Personal information
- Born: June 3, 1997 (age 29) Montreal, Quebec, Canada
- Listed height: 6 ft 4 in (1.93 m)
- Listed weight: 250 lb (113 kg)

Career information
- College: Cincinnati (2017–2020)
- CFL draft: 2021: 3rd round, 20th overall pick

Career history
- 2021: Arizona Cardinals*
- 2022–2024: Saskatchewan Roughriders
- 2025: Toronto Argonauts*
- 2025: Hamilton Tiger-Cats*
- * Offseason and/or practice squad member only
- Stats at CFL.ca

= Bruno LaBelle =

Canadian gridiron football player (born 1997)

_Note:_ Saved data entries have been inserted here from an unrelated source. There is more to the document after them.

def _per_sensor(ds: xr.Dataset, name: str, variant: int) -> np.ndarray | None:
    if name == "udi_useful":
        if "udi_supplementary" not in ds or "udi_autonomous" not in ds:
            return None
        return (_per_sensor(ds, "udi_supplementary", variant)
                + _per_sensor(ds, "udi_autonomous", variant))
    if name not in ds or ds[name].dims != ("variant", "sensor"):
        return None
    return np.asarray(ds[name].isel(variant=variant).values, float)


def _variant_caption(row: pd.Series, axes: list[str]) -> str:
    return ", ".join(f"{a} {_fmt(row[a])}" for a in axes)


# ---------------------------------------------------------------------------
# sections


def _summary(ds: xr.Dataset, study: dict, source: str | None) -> str:
    done = completed_mask(ds)
    axes = axes_of(ds)
    rows = [
        ("Study", study.get("name") or ds.attrs.get("study_name", "(unnamed)")),
        ("Variants", f"{int(done.sum())} of {done.size} computed"
         + ("" if done.all() else f" ({done.size - int(done.sum())} not finished)")),
    ]
    for axis in axes:
        values = pd.unique(pd.Series(coord_values(ds, axis)))
        rows.append((f"Varied: {axis}", ", ".join(_fmt(v) for v in values)))
    climates = study.get("climates") or {}
    if climates:
        rows.append(("Climates", "; ".join(f"{k}: {Path(str(v)).name}"
                                            for k, v in climates.items())))
    room = study.get("room")
    if isinstance(room, dict):
        size = " × ".join(_fmt(room.get(k, "?")) for k in ("width", "depth", "height"))
        rows.append(("Room (width × depth × height)", f"{size} m"))
        rows.append(("Windows", str(len(room.get("windows") or []))))
    elif study.get("mesh"):
        rows.append(("Room", f"mesh {Path(str(study['mesh'])).name}"))
    occ = study.get("occupancy")
    if isinstance(occ, dict):
        rows.append(("Occupied", f"{occ.get('start', '?')}–{occ.get('end', '?')}, "
                                 f"{occ.get('days', '?')}"))
    if "sensor" in ds.sizes:
        rows.append(("Sensors per grid", str(ds.sizes["sensor"])))
    rows.append(("Computed", _when(ds, source)))
    rows.append(("Computed with", f"luxsweep {ds.attrs.get('luxsweep_version', '?')}"))
    rows.append(("Report made", f"{dt.datetime.now().strftime('%Y-%m-%d %H:%M')} "
                                f"with luxsweep {__version__}"))
    body = "".join(f"<tr><th>{_esc(k)}</th><td>{_esc(v)}</td></tr>" for k, v in rows)
    return f'<table class="facts">{body}</table>'
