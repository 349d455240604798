import "server-only";
import { DeleteObjectCommand, GetObjectCommand, NoSuchKey, PutObjectCommand, type S3Client } from "@aws-sdk/client-s3";
import type { Readable } from "node:stream";
import { storageConfig, type StorageConfig } from "./config";
import { createS3Client } from "./s3-client";

// The app's one door to the object store. Keys are chosen by the caller (random, never a person's
// file name); objects are written once and never changed, only deleted.

export interface ObjectStore {
  put(input: { key: string; body: Uint8Array | Readable; sizeBytes: number; contentType: string }): Promise<void>;
  /** The object's bytes as a stream, or null when there is no such object. */
  get(key: string): Promise<{ body: ReadableStream<Uint8Array>; sizeBytes: number | null } | null>;
  /** Deleting what is not there succeeds (S3's rule), so a retry is always safe. */
  delete(key: string): Promise<void>;
}

function storeFor(client: S3Client, bucket: string): ObjectStore {
  return {
    async put({ key, body, sizeBytes, contentType }) {
      await client.send(new PutObjectCommand({ Bucket: bucket, Key: key, Body: body, ContentLength: sizeBytes, ContentType: contentType }));
    },
    async get(key) {
      try {
        const answer = await client.send(new GetObjectCommand({ Bucket: bucket, Key: key }));
        if (!answer.Body) return null;
        return { body: answer.Body.transformToWebStream(), sizeBytes: answer.ContentLength ?? null };
      } catch (error) {
        if (error instanceof NoSuchKey || (error as { name?: string }).name === "NoSuchKey") return null;
        throw error;
      }
    },
    async delete(key) {
      await client.send(new DeleteObjectCommand({ Bucket: bucket, Key: key }));
    },
  };
}

const cache = globalThis as unknown as { trimrailObjectStore?: { signature: string; store: ObjectStore } };

/** The store named by the environment, or null when none is configured. One client per process and configuration. */
export function getObjectStore(config: StorageConfig | null = storageConfig()): ObjectStore | null {
  if (!config) return null;
  const signature = JSON.stringify(config);
  if (cache.trimrailObjectStore?.signature !== signature) {
    cache.trimrailObjectStore = { signature, store: storeFor(createS3Client(config), config.bucket) };
  }
  return cache.trimrailObjectStore.store;
}
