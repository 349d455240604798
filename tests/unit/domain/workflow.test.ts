import { describe, expect, it } from "vitest";
import { ROLES, SETUP_STATUSES, WORKFLOW_ACTIONS, nextStatus, type Role, type SetupStatus, type WorkflowAction } from "@/lib/domain";

// The review workflow written out by hand, independent of the table: every move that is allowed,
// as "action from → to, by whom". Everything not listed must be refused.
const ALLOWED: ReadonlyArray<[WorkflowAction, SetupStatus, SetupStatus, "owner" | "reviewer"]> = [
  ["edit", "draft", "draft", "owner"],
  ["edit", "submitted", "draft", "owner"],
  ["edit", "approved", "draft", "owner"],
  ["edit", "changes_requested", "changes_requested", "owner"],
  ["submit", "draft", "submitted", "owner"],
  ["submit", "changes_requested", "submitted", "owner"],
  ["approve", "submitted", "approved", "reviewer"],
  ["request_changes", "submitted", "changes_requested", "reviewer"],
];

const isReviewerRole = (role: Role) => role === "support" || role === "maker";

describe("nextStatus", () => {
  for (const action of WORKFLOW_ACTIONS) {
    for (const from of SETUP_STATUSES) {
      for (const role of ROLES) {
        for (const isOwner of [true, false]) {
          const allowed = ALLOWED.find(
            ([a, f, , by]) => a === action && f === from && (by === "owner" ? isOwner : !isOwner && isReviewerRole(role)),
          );
          const who = `${isOwner ? "the owner" : "another person"} (${role})`;
          it(`returns ${allowed ? `ok → ${allowed[2]}` : "a refusal"} when ${who} takes ${action} from ${from}`, () => {
            const verdict = nextStatus({ action, from, isOwner, role });
            if (allowed) {
              expect(verdict).toEqual({ ok: true, to: allowed[2] });
            } else {
              expect(verdict.ok).toBe(false);
              if (!verdict.ok) expect(verdict.message.length).toBeGreaterThan(10);
            }
          });
        }
      }
    }
  }

  it("returns not_allowed (not wrong_status) when a customer tries to approve a submitted setup", () => {
    expect(nextStatus({ action: "approve", from: "submitted", isOwner: false, role: "customer" })).toMatchObject({
      ok: false,
      reason: "not_allowed",
    });
  });

  it("returns not_allowed when a maker tries to approve their own setup", () => {
    expect(nextStatus({ action: "approve", from: "submitted", isOwner: true, role: "maker" })).toMatchObject({
      ok: false,
      reason: "not_allowed",
    });
  });

  it("returns wrong_status with the status in words when support approves an approved setup", () => {
    const verdict = nextStatus({ action: "approve", from: "approved", isOwner: false, role: "support" });
    expect(verdict).toMatchObject({ ok: false, reason: "wrong_status" });
    if (!verdict.ok) expect(verdict.message).toBe("A setup that is approved cannot be approved.");
  });
});
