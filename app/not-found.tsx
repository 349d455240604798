import Link from "next/link";

export default function NotFound() {
  return (
    <main className="mx-auto max-w-xl px-6 py-16">
      <p className="figure text-sm text-muted">404</p>
      <h1 className="mt-1 text-2xl">Nothing here</h1>
      <Link href="/" className="mt-6 inline-block text-accent underline">Go to the start page</Link>
    </main>
  );
}
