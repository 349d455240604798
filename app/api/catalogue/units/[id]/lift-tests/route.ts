import { MAKER_ONLY } from "@/lib/domain";
import { addUnitLiftTest } from "@/lib/server/catalogue";
import { route } from "@/lib/server/route";
import { itemParamsSchema, liftTestValuesSchema } from "../../../schema";

/** POST /api/catalogue/units/:id/lift-tests — records a lift test; answers the unit's new calibration factor. */
export const POST = route(
  { roles: MAKER_ONLY, params: itemParamsSchema, notFoundMessage: "No such serial unit.", body: liftTestValuesSchema, status: 201 },
  ({ viewer, params, body }) => addUnitLiftTest({ viewer, unitId: params.id, values: body }),
);
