// Where attachments are kept: any S3-compatible store, read from the environment each time (tests
// and scripts set it per process). `npm run dev`, `npm run demo` and the e2e tests point these at
// the local fake (scripts/s3-fake.ts) unless S3_BUCKET names a real bucket.

export interface StorageConfig {
  bucket: string;
  region: string;
  /** Unset: the provider's own endpoint for the region (AWS). */
  endpoint: string | undefined;
  /** Unset: the SDK's usual credential chain (environment, profile, instance role). */
  credentials: { accessKeyId: string; secretAccessKey: string } | undefined;
  /** Bucket in the path (`endpoint/bucket/key`) rather than the host name; most self-hosted stores need it. */
  forcePathStyle: boolean;
}

export const DEFAULT_S3_REGION = "us-east-1";

type Env = Record<string, string | undefined>;

const truthy = (value: string | undefined) => ["1", "true", "yes"].includes((value ?? "").trim().toLowerCase());

/** The configured store, or null when S3_BUCKET is unset (then uploads answer 503). */
export function storageConfig(env: Env = process.env): StorageConfig | null {
  const bucket = env.S3_BUCKET?.trim();
  if (!bucket) return null;
  const accessKeyId = env.S3_ACCESS_KEY_ID?.trim();
  const secretAccessKey = env.S3_SECRET_ACCESS_KEY?.trim();
  return {
    bucket,
    region: env.S3_REGION?.trim() || DEFAULT_S3_REGION,
    endpoint: env.S3_ENDPOINT?.trim() || undefined,
    credentials: accessKeyId && secretAccessKey ? { accessKeyId, secretAccessKey } : undefined,
    forcePathStyle: truthy(env.S3_FORCE_PATH_STYLE),
  };
}
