import { NotFoundMessage } from "@/components/shell/not-found-message";

export const metadata = { title: "Page not found" };

// A URL that matches no route: only the root layout is around this page, so it brings its own main.
export default function NotFound() {
  return (
    <main id="main" tabIndex={-1} className="mx-auto max-w-xl px-6 py-16 focus:outline-none">
      <NotFoundMessage />
    </main>
  );
}
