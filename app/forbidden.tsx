import Link from "next/link";

export default function Forbidden() {
  return (
    // Pages call forbidden() inside the signed-in shell, whose <main> this sits in.
    <div className="mx-auto max-w-xl px-6 py-16" data-testid="forbidden">
      {/* React puts this in the head: the requested page's own title would otherwise stay. */}
      <title>Not open to your role · Trimrail</title>
      <p className="figure text-sm text-muted">403</p>
      <h1 className="mt-1 text-2xl">This page is not open to your role</h1>
      <p className="mt-2 text-muted">Ask the workshop if you think your account should have access.</p>
      <Link href="/setups" className="mt-6 inline-block text-accent underline">
        Back to your setups
      </Link>
    </div>
  );
}
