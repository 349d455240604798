import type { Metadata } from "next";
import type { ReactNode } from "react";
import "@fontsource/space-grotesk/400.css";
import "@fontsource/space-grotesk/700.css";
import "./globals.css";
import { BODY_CLASS_NAME, SITE_DESCRIPTION, SITE_NAME, SkipLink } from "@/components/ui/site-document";

export const metadata: Metadata = {
  title: { default: SITE_NAME, template: `%s · ${SITE_NAME}` },
  description: SITE_DESCRIPTION,
};

export default function RootLayout({ children }: { children: ReactNode }) {
  return (
    <html lang="en">
      <body className={BODY_CLASS_NAME}>
        <SkipLink />
        {children}
      </body>
    </html>
  );
}
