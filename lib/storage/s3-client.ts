import { S3Client } from "@aws-sdk/client-s3";
import type { StorageConfig } from "./config";

/**
 * An S3 client for a store. The checksum settings matter: with the SDK's default ("when
 * supported") a streamed PutObject is sent with aws-chunked framing and a trailing checksum, which
 * some S3-compatible stores (the local fake among them) keep as part of the object's bytes.
 */
export function createS3Client(config: StorageConfig): S3Client {
  return new S3Client({
    region: config.region,
    endpoint: config.endpoint,
    forcePathStyle: config.forcePathStyle,
    credentials: config.credentials,
    requestChecksumCalculation: "WHEN_REQUIRED",
    responseChecksumValidation: "WHEN_REQUIRED",
    // A store that does not answer should fail an upload in seconds, not hang it.
    requestHandler: { connectionTimeout: 5_000, requestTimeout: 60_000 },
  });
}
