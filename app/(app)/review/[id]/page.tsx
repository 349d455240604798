import Link from "next/link";
import { notFound } from "next/navigation";
import { listSetupHistory } from "@/db/queries/audit";
import { catalogueIdsOfDraft, getPlannerCatalogue } from "@/db/queries/catalogue";
import { getSetupHeaderForViewer, listThread } from "@/db/queries/review";
import { AttachmentsPanel } from "@/components/attachments/attachments-panel";
import { toPlannerCatalogue } from "@/components/planner/to-planner-catalogue";
import { DecisionForm } from "@/components/review/decision-form";
import { HistoryList } from "@/components/review/history-list";
import { ReviewWorkspace } from "@/components/review/review-workspace";
import { Thread } from "@/components/review/thread";
import { FlagBadge } from "@/components/ui/flag-badge";
import { STAFF_ROLES, STATUS_WORDS } from "@/lib/domain";
import { flagMessage } from "@/lib/flag-messages";
import { requirePageViewer } from "@/lib/auth/guard";
import { listAttachments } from "@/lib/server/attachments";
import { isCurrentResultShape } from "@/lib/server/evaluate-draft";
import { getSetup } from "@/lib/server/setups";

export const metadata = { title: "Review" };

export default async function ReviewPage({ params }: PageProps<"/review/[id]">) {
  const { id } = await params;
  const viewer = await requirePageViewer(STAFF_ROLES, `/review/${id}`);
  const [setup, header] = await Promise.all([getSetup({ viewer, id }), getSetupHeaderForViewer({ id, viewer })]);
  if (!setup.ok || !header) notFound();
  const [catalogueRows, thread, history, files] = await Promise.all([
    getPlannerCatalogue({ ownerId: header.ownerId, includeIds: catalogueIdsOfDraft(setup.data.draft) }),
    listThread({ setupId: id }),
    listSetupHistory({ setupId: id }),
    listAttachments({ viewer, setupId: id }),
  ]);
  const { version, status, draft, result } = setup.data;
  const raised = (result?.flags ?? []).filter((f) => f.level !== "ok");
  const canDecide = status === "submitted" && header.ownerId !== viewer.id;

  return (
    <div className="space-y-4" data-testid="review-page">
      <p className="flex justify-between text-sm">
        <Link href="/review" className="text-accent underline">
          ← Review desk
        </Link>
        <Link href={`/setups/${id}/report`} className="text-accent underline">
          Field report
        </Link>
      </p>
      <header className="flex flex-wrap items-baseline gap-x-4 gap-y-1">
        <h1 className="text-2xl" data-testid="review-title">
          {draft.name}
        </h1>
        <span className="text-sm text-muted">
          by {header.ownerName} · {header.modelName} · version {version}
        </span>
        <span className="rounded bg-white px-2 py-0.5 text-sm" data-testid="review-status">
          {STATUS_WORDS[status]}
        </span>
        {header.worstFlag && <FlagBadge level={header.worstFlag} />}
      </header>
      <p className="text-sm text-muted">
        Read-only: only the customer can change this setup. The figures are the server&apos;s stored evaluation of version {version}.
      </p>
      <ReviewWorkspace
        data={{
          setupId: id,
          version,
          status,
          draft,
          catalogue: toPlannerCatalogue(catalogueRows),
          unitSystem: viewer.unitSystem,
          storedResult: isCurrentResultShape(result) ? result : null,
        }}
      >
        {canDecide ? (
          <DecisionForm
            setupId={id}
            version={version}
            raised={[
              ...new Map(raised.map((f) => [f.code, { code: f.code, level: f.level, text: flagMessage(f, viewer.unitSystem) }])).values(),
            ]}
          />
        ) : (
          <p className="panel p-4 text-sm" data-testid="decision-closed">
            {header.ownerId === viewer.id
              ? "This is your own setup: someone else reviews it."
              : `No decision is open: the setup is ${STATUS_WORDS[status]}.`}
          </p>
        )}
        <AttachmentsPanel
          setupId={id}
          initialAttachments={files.ok ? files.data.attachments : []}
          title="Customer's photos and datasheets"
        />
        <Thread setupId={id} viewerId={viewer.id} initialItems={thread.map((t) => ({ ...t, at: t.at.toISOString() }))} />
        <HistoryList entries={history} />
      </ReviewWorkspace>
    </div>
  );
}
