/**
 * A weightless line in a uniform wind with normal drag only (k = ½ρU²·d·C_n per metre): its
 * tension T is constant and T·dφ/dσ = k·sin²φ, so cot φ falls linearly, by k/T per metre, from the
 * lifter down (derived from the cable equation with the cross-flow load; Hoerner 1965). Then
 *   height = (T/k)·(asinh(c_a) − asinh(c_t)),  blowdown = (T/k)·(√(1 + c_a²) − √(1 + c_t²)),
 * c = cot φ at the top (t) and the anchor (a = t + k·L/T).
 */
function dragOnlyLine(
  downwindN: number,
  upN: number,
  lengthM: number,
  k: number,
): { heightM: number; blowdownM: number; anchorAngleDeg: number } {
  const tensionN = Math.hypot(downwindN, upN);
  const top = downwindN / upN;
  const anchor = top + (k * lengthM) / tensionN;
  return {
    heightM: (tensionN / k) * (Math.asinh(anchor) - Math.asinh(top)),
    blowdownM: (tensionN / k) * (Math.sqrt(1 + anchor * anchor) - Math.sqrt(1 + top * top)),
    anchorAngleDeg: (Math.atan(anchor) * 180) / Math.PI,
  };
}

const relative = (value: number, reference: number): number => Math.abs(value - reference) / Math.abs(reference);

// ---- tests ----
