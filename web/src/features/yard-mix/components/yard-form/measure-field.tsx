import { Input, Label, makeStyles, Radio, RadioGroup, tokens } from '@fluentui/react-components';
import { ErrorCircle12Filled } from '@fluentui/react-icons';
import { useId } from 'react';

const useStyles = makeStyles({
  root: { display: 'flex', flexDirection: 'column', gap: tokens.spacingVerticalXXS },
  row: {
    display: 'flex',
    flexWrap: 'wrap',
    alignItems: 'center',
    gap: `${tokens.spacingVerticalXS} ${tokens.spacingHorizontalM}`,
  },
  input: { width: '10rem' },
  hint: {
    margin: 0,
    color: tokens.colorNeutralForeground3,
    fontSize: tokens.fontSizeBase200,
    lineHeight: tokens.lineHeightBase200,
  },
  error: {
    margin: 0,
    display: 'flex',
    gap: tokens.spacingHorizontalXS,
    alignItems: 'center',
    color: tokens.colorPaletteRedForeground1,
    fontSize: tokens.fontSizeBase200,
  },
});

export interface MeasureFieldProps<U extends string> {
  label: string;
  hint: string;
  value: string;
  onChange: (value: string) => void;
  unit: U;
  units: readonly { value: U; label: string; spoken: string }[];
  onUnitChange: (unit: U) => void;
  /** The same amount in the other unit system, e.g. "That is 18.6 m²." */
  other: string;
  error?: string;
  required?: boolean;
  name: string;
}

/**
 * A number with its unit switch beside it, and the amount in the other unit system below as it is
 * typed. Laid out by hand because a Fluent Field wraps exactly one control.
 */
export function MeasureField<U extends string>(props: MeasureFieldProps<U>) {
  const styles = useStyles();
  const inputId = useId();
  const hintId = useId();
  const errorId = useId();
  const current = props.units.find((u) => u.value === props.unit);
  return (
    <div className={styles.root}>
      <Label htmlFor={inputId} required={props.required}>
        {props.label}
      </Label>
      <div className={styles.row}>
        <Input
          id={inputId}
          className={styles.input}
          name={props.name}
          inputMode="decimal"
          value={props.value}
          onChange={(_, d) => props.onChange(d.value)}
          contentAfter={<span>{current?.label}</span>}
          aria-invalid={props.error ? true : undefined}
          aria-describedby={props.error ? `${errorId} ${hintId}` : hintId}
        />
        <RadioGroup
          layout="horizontal"
          aria-label={`Unit for ${props.label.replace(/ \(optional\)$/, '').toLowerCase()}`}
          value={props.unit}
          onChange={(_, d) => props.onUnitChange(d.value as U)}
        >
          {props.units.map((u) => (
            <Radio key={u.value} value={u.value} label={u.label} aria-label={u.spoken} />
          ))}
        </RadioGroup>
      </div>
      {props.error ? (
        <p id={errorId} className={styles.error}>
          <ErrorCircle12Filled aria-hidden />
          {props.error}
        </p>
      ) : null}
      <p id={hintId} className={styles.hint}>
        {props.other || props.hint}
      </p>
    </div>
  );
}
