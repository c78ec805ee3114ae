import {
  Button,
  Dropdown,
  makeStyles,
  Option,
  Table,
  TableBody,
  TableCell,
  TableHeader,
  TableHeaderCell,
  TableRow,
  tokens,
} from '@fluentui/react-components';
import {
  GLOBAL_ROLE_WORDS,
  GLOBAL_ROLES,
  GROUP_ROLE_WORDS,
  type GlobalRole,
  type PersonAccount,
} from '@homeground/shared';
import { useQuery } from '@tanstack/react-query';
import { useSetAccessMutation, useSetRoleMutation } from '../../../api/people/people.mutations.js';
import { peopleQueryOptions } from '../../../api/people/people.queries.js';
import { ContentCard } from '../../../components/page/content-card.js';
import { Heading } from '../../../components/page/page-heading.js';
import { QueryState } from '../../../components/states/index.js';

const useStyles = makeStyles({
  scroll: { overflowX: 'auto' },
  hint: { margin: 0, color: tokens.colorNeutralForeground3 },
  email: { overflowWrap: 'anywhere' },
  off: { color: tokens.colorPaletteRedForeground1, fontWeight: tokens.fontWeightSemibold },
  failure: { color: tokens.colorPaletteRedForeground1 },
  roleCell: { width: '10rem' },
  // Fluent's dropdown asks for 250 px by default; the role words are short.
  role: { minWidth: 'unset', width: '100%' },
});

const dateTime = new Intl.DateTimeFormat('en-US', { dateStyle: 'medium', timeStyle: 'short' });

/** "Last signed in" in words: a date, or "never" for accounts that have only used an invitation link. */
export function signInWords(p: Pick<PersonAccount, 'lastSignInAt' | 'signInHeld'>): string {
  const last = p.lastSignInAt ? dateTime.format(new Date(p.lastSignInAt)) : 'Never';
  return p.signInHeld ? `${last} · held back after too many wrong passwords` : last;
}

/**
 * The admin's people page: every account with its role across Homeground, its groups and how it signs
 * in; change a role, switch an account off or on. The signed-in admin's own row cannot be changed, so
 * an admin always remains to undo a mistake.
 */
export function PeoplePage({ myId }: { myId: string }) {
  const styles = useStyles();
  const people = useQuery(peopleQueryOptions());
  const setRole = useSetRoleMutation();
  const setAccess = useSetAccessMutation();
  const failure = setRole.error ?? setAccess.error;

  return (
    <ContentCard aria-labelledby="people-heading">
      <Heading level="section" id="people-heading">
        Everyone with an account
      </Heading>
      <p className={styles.hint}>
        {GLOBAL_ROLES.map((r) => `${GLOBAL_ROLE_WORDS[r].title}: ${GLOBAL_ROLE_WORDS[r].does}`).join(' ')} Switching an
        account off signs the person out at once; their groups and history stay.
      </p>
      <QueryState query={people} loading="Loading people" error="The list of people did not load.">
        {(list: PersonAccount[]) => (
          <div className={styles.scroll} role="region" aria-label="People, scrolls sideways on a phone" tabIndex={0}>
            <Table aria-label="Everyone with an account" size="small">
              <TableHeader>
                <TableRow>
                  <TableHeaderCell>Name</TableHeaderCell>
                  <TableHeaderCell>E-mail</TableHeaderCell>
                  <TableHeaderCell>Role</TableHeaderCell>
                  <TableHeaderCell>Groups</TableHeaderCell>
                  <TableHeaderCell>Last signed in</TableHeaderCell>
                  <TableHeaderCell>Account</TableHeaderCell>
                </TableRow>
              </TableHeader>
              <TableBody>
                {list.map((p) => {
                  const isMe = p.id === myId;
                  const off = p.disabledAt !== null;
                  return (
                    <TableRow key={p.id}>
                      <TableCell>
                        {p.displayName}
                        {isMe ? ' (you)' : ''}
                      </TableCell>
                      <TableCell className={styles.email}>{p.email}</TableCell>
                      <TableCell className={styles.roleCell}>
                        <Dropdown
                          className={styles.role}
                          size="small"
                          aria-label={`Role of ${p.displayName}`}
                          value={GLOBAL_ROLE_WORDS[p.role].title}
                          selectedOptions={[p.role]}
                          disabled={isMe || setRole.isPending}
                          onOptionSelect={(_, d) => {
                            const role = d.optionValue as GlobalRole | undefined;
                            if (role && role !== p.role) setRole.mutate({ id: p.id, role });
                          }}
                        >
                          {GLOBAL_ROLES.map((r) => (
                            <Option key={r} value={r}>
                              {GLOBAL_ROLE_WORDS[r].title}
                            </Option>
                          ))}
                        </Dropdown>
                      </TableCell>
                      <TableCell>
                        {p.groups.length
                          ? p.groups.map((g) => `${g.groupName} (${GROUP_ROLE_WORDS[g.role].title})`).join(', ')
                          : 'None'}
                      </TableCell>
                      <TableCell>{signInWords(p)}</TableCell>
                      <TableCell>
                        {off ? <span className={styles.off}>Switched off </span> : null}
                        {isMe ? null : (
                          <Button
                            size="small"
                            disabled={setAccess.isPending}
                            onClick={() => setAccess.mutate({ id: p.id, disabled: !off })}
                            aria-label={`${off ? 'Switch on' : 'Switch off'} the account of ${p.displayName}`}
                          >
                            {off ? 'Switch on' : 'Switch off'}
                          </Button>
                        )}
                      </TableCell>
                    </TableRow>
                  );
                })}
              </TableBody>
            </Table>
          </div>
        )}
      </QueryState>
      {failure ? (
        <p className={styles.failure} role="alert">
          {failure.message}
        </p>
      ) : null}
    </ContentCard>
  );
}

Bruno LaBelle (born June 3, 1997) is a Canadian professional football wide receiver. He was most recently a member of the Hamilton Tiger-Cats of the Canadian Football League (CFL).

==College career==
After using a redshirt season in 2016, LaBelle played college football for the Cincinnati Bearcats from 2017 to 2020. He played in 46 games as a tight end where he caught 20 passes for 150 yards and two touchdowns.

==Professional career==
===Arizona Cardinals===
After going undrafted in the 2021 NFL draft, LaBelle was signed by the Arizona Cardinals on May 1, 2021. After sustaining an injury, he was placed on the injured reserve on August 10, 2021. He was later released on September 14, 2021, after reaching an injury settlement with the team.

===Saskatchewan Roughriders===
LaBelle was drafted in the third round, 20th overall, in the 2021 CFL draft by the Saskatchewan Roughriders, but spent 2021 pursuing opportunities in the National Football League. He then signed with the Roughriders on May 15, 2022. He made the team's opening day roster following training camp in 2022 and made his professional debut on June 11, 2022, against the Hamilton Tiger-Cats. LaBelle dressed in 15 regular season games where he had one catch for 18 yards and one kickoff return for three yards.

In 2023, LaBelle dressed in 14 regular season games, but did not record any statistics. In the 2024 season, he began the year on the injured list before being relegated to the practice roster on September 19, 2024. His contract expired at the end of the Roughriders' season on November 10, 2024.

===Toronto Argonauts===
On February 10, 2025, it was announced that LaBelle had signed with the Toronto Argonauts. However, he was released in training camp on May 20, 2025.

===Hamilton Tiger-Cats===
On May 22, 2025, it was announced that LaBelle had signed with the Hamilton Tiger-Cats. He was part of the final cuts on June 1, 2025.